### EXERCISE AIM
Each line from the start of the listing below through the line containing "pressure = np.array([1e6, 20e6, 60e6, 95e6])" should be reproduced exactly, with no others.

### EXTRACTED ENTRIES

---

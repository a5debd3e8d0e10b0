"""Walls: agreement of the forms, inverses, thick walls, collapse under external pressure."""

import numpy as np
import pytest

from crossbank_service.methods import external_pressure, pressure_walls

STRESS = 100e6


def test_inside_and_outside_form_are_the_same_equation() -> None:
    """Formula t = P Ri/(S E - 0.6 P) on the bore that the outside form leaves gives the same wall."""
    pressure = np.linspace(0.1e6, 30e6, 20)
    wall = pressure_walls.wall_outside_form_m(pressure, 0.05, STRESS, 0.85)
    again = pressure_walls.wall_inside_form_m(pressure, 0.05 - 2.0 * wall, STRESS, 0.85)
    np.testing.assert_allclose(again, wall, rtol=1e-12)


def test_the_outside_form_lies_little_above_lame() -> None:
    """0.27 % at P/S 0.03, 0.92 % at most, and never below it up to 0.384 (exact elastic solution)."""
    ratio = np.linspace(0.005, 0.384, 200)
    excess = (
        pressure_walls.wall_outside_form_m(ratio * STRESS, 0.05, STRESS)
        / pressure_walls.wall_lame_m(ratio * STRESS, 0.05, STRESS)
        - 1.0
    )
    assert excess.max() == pytest.approx(0.0092, abs=5e-5)
    assert excess.min() > 0.0
    at_three = pressure_walls.wall_outside_form_m(3e6, 0.05, STRESS) / pressure_walls.wall_lame_m(
        3e6, 0.05, STRESS
    )
    assert at_three - 1.0 == pytest.approx(0.00274, abs=5e-6)


def test_lame_wall_brings_the_bore_to_the_allowable_stress() -> None:
    """The hoop stress at the bore of the wall found is the stress allowed."""
    pressure = np.array([1e6, 20e6, 60e6, 95e6])
    wall = pressure_walls.wall_lame_m(pressure, 0.05, STRESS)
    np.testing.assert_allclose(pressure_walls.hoop_stress_at_bore_pa(pressure, 0.05, wall), STRESS, rtol=1e-9)


def test_required_wall_joins_thin_and_thick_without_a_step() -> None:
    """At P = 0.385 S the two forms differ by less than 0.01 %, and the wall rises throughout."""
    thin = pressure_walls.wall_outside_form_m(0.385 * STRESS, 0.05, STRESS)
    assert thin / pressure_walls.wall_lame_m(0.385 * STRESS, 0.05, STRESS) == pytest.approx(1.0, abs=1e-4)
    many = pressure_walls.required_wall_m(np.linspace(0.0, 0.99, 100) * STRESS, 0.05, STRESS)
    assert many[0] == 0.0
    assert np.all(np.diff(many) > 0.0)


def test_no_wall_holds_a_pressure_above_the_stress() -> None:
    """Then the whole radius is asked for, so that no tube passes."""
    assert pressure_walls.required_wall_m(120e6, 0.05, STRESS) == 0.025


def test_allowable_pressure_inverts_the_required_wall() -> None:
    """Thin and thick, with a weld."""
    pressure = np.array([0.5e6, 5e6, 20e6, 50e6])
    wall = pressure_walls.required_wall_m(pressure, 0.05, STRESS, 0.85)
    np.testing.assert_allclose(
        pressure_walls.allowable_pressure_pa(wall, 0.05, STRESS, 0.85), pressure, rtol=1e-9
    )


def test_the_ordered_wall_leaves_the_required_one() -> None:
    """Ordering undoes tolerance and corrosion; a wall all eaten away leaves nothing."""
    ordered = pressure_walls.ordered_wall_m(0.9e-3, 1e-3, 0.1)
    assert pressure_walls.available_wall_m(ordered, 1e-3, 0.1) == pytest.approx(0.9e-3, rel=1e-12)
    assert pressure_walls.available_wall_m(0.5e-3, 1e-3, 0.1) == 0.0


def test_the_pull_on_the_ends_asks_for_half_the_wall() -> None:
    """A closed thin shell has half the hoop stress along its axis."""
    hoop = pressure_walls.wall_inside_form_m(1e5, 0.05, STRESS)
    assert pressure_walls.wall_longitudinal_m(1e5, 0.05, STRESS) / hoop == pytest.approx(0.5, rel=1e-3)


def test_a_tight_bend_thins_the_wall() -> None:
    """A radius of 1.5 diameters takes a sixth (shop rule, from memory)."""
    assert pressure_walls.wall_after_bending_m(3e-3, 0.05, 0.075) == pytest.approx(2.5e-3)


def test_elastic_collapse_is_the_buckling_of_a_ring() -> None:
    """3 E I/((1 - nu^2) R^3) with I = t^3/12, R the mean radius (Timoshenko & Gere, ring under pressure)."""
    wall, outer = 1.5e-3, 0.04
    ring = 3.0 * 200e9 * wall**3 / 12.0 / (0.91 * ((outer - wall) / 2.0) ** 3)
    assert external_pressure.elastic_collapse_pa(outer, wall, 200e9) == pytest.approx(ring, rel=1e-12)


def test_collapse_stays_below_both_of_its_parts() -> None:
    """A slender tube buckles, a stocky one yields; without a wall nothing is left."""
    wall = np.array([0.0, 0.1e-3, 1e-3, 5e-3])
    found = external_pressure.collapse_pressure_pa(0.05, wall, 200e9, 200e6)
    elastic, plastic = external_pressure.elastic_collapse_pa(0.05, wall, 200e9), 2.0 * 200e6 * wall / 0.05
    assert found[0] == 0.0
    assert np.all(found[1:] < np.minimum(elastic, plastic)[1:])
    assert found[1] == pytest.approx(elastic[1], rel=0.02)
    assert found[3] == pytest.approx(plastic[3], rel=0.1)


def test_the_wall_for_external_pressure_has_the_wanted_safety() -> None:
    """Put back, its collapse pressure is four times the pressure."""
    pressure = np.array([0.1e6, 1e6, 3e6])
    wall = external_pressure.wall_for_external_pressure_m(pressure, 0.05, 190e9, 180e6)
    collapse = external_pressure.collapse_pressure_pa(0.05, wall, 190e9, 180e6)
    np.testing.assert_allclose(collapse / pressure, 4.0, rtol=1e-9)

---

### WRITTEN RESPONSE
repository a5debd3e8d0e10b0
"""Walls: agreement of the forms, inverses, thick walls, collapse under external pressure."""

import numpy as np
import pytest

from crossbank_service.methods import external_pressure, pressure_walls

STRESS = 100e6


def test_inside_and_outside_form_are_the_same_equation() -> None:
    """Formula t = P Ri/(S E - 0.6 P) on the bore that the outside form leaves gives the same wall."""
    pressure = np.linspace(0.1e6, 30e6, 20)
    wall = pressure_walls.wall_outside_form_m(pressure, 0.05, STRESS, 0.85)
    again = pressure_walls.wall_inside_form_m(pressure, 0.05 - 2.0 * wall, STRESS, 0.85)
    np.testing.assert_allclose(again, wall, rtol=1e-12)


def test_the_outside_form_lies_little_above_lame() -> None:
    """0.27 % at P/S 0.03, 0.92 % at most, and never below it up to 0.384 (exact elastic solution)."""
    ratio = np.linspace(0.005, 0.384, 200)
    excess = (
        pressure_walls.wall_outside_form_m(ratio * STRESS, 0.05, STRESS)
        / pressure_walls.wall_lame_m(ratio * STRESS, 0.05, STRESS)
        - 1.0
    )
    assert excess.max() == pytest.approx(0.0092, abs=5e-5)
    assert excess.min() > 0.0
    at_three = pressure_walls.wall_outside_form_m(3e6, 0.05, STRESS) / pressure_walls.wall_lame_m(
        3e6, 0.05, STRESS
    )
    assert at_three - 1.0 == pytest.approx(0.00274, abs=5e-6)


def test_lame_wall_brings_the_bore_to_the_allowable_stress() -> None:
    """The hoop stress at the bore of the wall found is the stress allowed."""
    pressure = np.array([1e6, 20e6, 60e6, 95e6])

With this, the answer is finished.